> _What you are asked to do_
Extract the full set of records that follows, word for word.
━━━ Input data ━━━
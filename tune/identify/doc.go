// Package identify finds a linear model of a motor in a recorded run and says how
// far it is to be believed.
//
// The model is fitted by output error: the speed is simulated from the applied
// voltage alone, on the record's own time stamps, and compared with what was
// measured. Hold, dead time (continuous, never rounded to samples) and the window
// over which the speed is a mean are exact. Gain, offset and initial states,
// which enter linearly, are eliminated; the few others are found by
// Levenberg–Marquardt from many starts with exact derivatives. Where the rounding
// of an encoder is the noise, its counts are fitted and not their differences.
//
// Run fits and judges one record, RunJoint several with one set of parameters,
// Judge holds a fit against another record. Beside the models stand what settled
// levels tell (FitStaircase), friction from torque (FitFriction), resistance and
// Ke from the current (FitElectrical) and the first motion on a ramp
// (FindBreakaway). Solve is the least-squares solver under all of it.
//
// The files: drive.go, kernel.go, second.go simulate; record.go cuts a trace into
// pieces; varpro.go and reduce.go eliminate; solver.go solves; fit.go starts;
// colour.go, whiteness.go, profile.go give the intervals; findings.go and leftover.go
// look at what is left over; judge.go, choose.go decide; run.go is the way in.
//
// The package does no I/O and reads no clock. Times are float64 seconds, speeds
// rad/s at the motor shaft, voltages V.
package identify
━━━
> _Task answer_
filename tune/identify/doc.go
// Package identify finds a linear model of a motor in a recorded run and says how
// far it is to be believed.
//
// The model is fitted by output error: the speed is simulated from the applied
// voltage alone, on the record's own time stamps, and compared with what was
// measured. Hold, dead time (continuous, never rounded to samples) and the window
// over which the speed is a mean are exact. Gain, offset and initial states,
// which enter linearly, are eliminated; the few others are found by
// Levenberg–Marquardt from many starts with exact derivatives. Where the rounding
// of an encoder is the noise, its counts are fitted and not their differences.
//
// Run fits and judges one record, RunJoint several with one set of parameters,
// Judge holds a fit against another record. Beside the models stand what settled
// levels tell (FitStaircase), friction from torque (FitFriction), resistance and
// Ke from the current (FitElectrical) and the first motion on a ramp
// (FindBreakaway). Solve is the least-squares solver under all of it.
//
// The files: drive.go, kernel.go, second.go simulate; record.go cuts a trace into
// pieces; varpro.go and reduce.go eliminate; solver.go solves; fit.go starts;
// colour.go, whiteness.go, profile.go give the intervals; findings.go and leftover.go
// look at what is left over; judge.go, choose.go decide; run.go is the way in.
//
// The package does no I/O and reads no clock. Times are float64 seconds, speeds
// rad/s at the motor shaft, voltages V.
package identify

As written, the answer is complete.